Dataset items

---

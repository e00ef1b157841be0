/* kilter: the loader's view of the YAML event stream.
 *
 * The feeder file is never held as a document tree: the loader walks the
 * top-level mapping event by event and reads one element (one list item) at a
 * time into a node pool that is reused for the next element.  Anchors and
 * aliases are refused outright: they are never needed in a feeder file and
 * they are how a small file expands into a huge one.
 *
 * Events come from the fast scanner for the feeder subset (yaml_fast.c) while
 * it is sure of them, and from libyaml's parser otherwise.  When the scanner
 * declines, libyaml is started on the input from the beginning and the events
 * already handed out are parsed again and skipped, so the loader sees
 * exactly libyaml's stream, errors included.  A running hash of the handed-out
 * events is checked against libyaml's on the way; a difference is reported as
 * an internal error rather than loading what libyaml would not. */
#include <stddef.h>
#include <stdint.h>
#include <stdio.h>
#include <string.h>
#include <yaml.h>
#include "kl_io.h"

#define MAX_DEPTH 32             /* deeper than any feeder element needs */
#define MAX_NODES (1 << 20)      /* per element */
#define MAX_TEXT (64u << 20)     /* bytes of scalar text per element */
#define HASH_SEED 0x243f6a8885a308d3ull /* any constant: pi's first fraction bits */

struct kl_yreader {
    kl_ypool pool;          /* first: kl_ynode_at reads it through the header */
    yaml_parser_t parser;
    yaml_event_t ev;        /* libyaml's current event */
    kl_yfast *fast;         /* the fast scanner, until it declines */
    kl_yfast_event fev;     /* its current event */
    int have_ev;
    int failed;
    int nomem;
    int declined;
    void *fp;               /* input, to give libyaml from the start on a decline */
    long fp_start;
    const char *text;
    size_t len;
    uint64_t hash;          /* of the events the fast scanner handed out */
    size_t nfast;           /* how many */
    int last_line, last_col;
    const char *file;
    kl_errors *err;
    int nnodes, capnodes;
    size_t ntext, captext;
};
/* kl_ynode_at and kl_ynode_text (kl_io.h) read the pool through a pointer to
 * the reader: it must stay the first member. */
_Static_assert(offsetof(struct kl_yreader, pool) == 0,
               "kl_yreader: the node pool must be the first member (kl_ynode_at)");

---

**Exercise**
Copy out all lines above holding "parser".

**Solution to this task**
 * it is sure of them, and from libyaml's parser otherwise.  When the scanner
    yaml_parser_t parser;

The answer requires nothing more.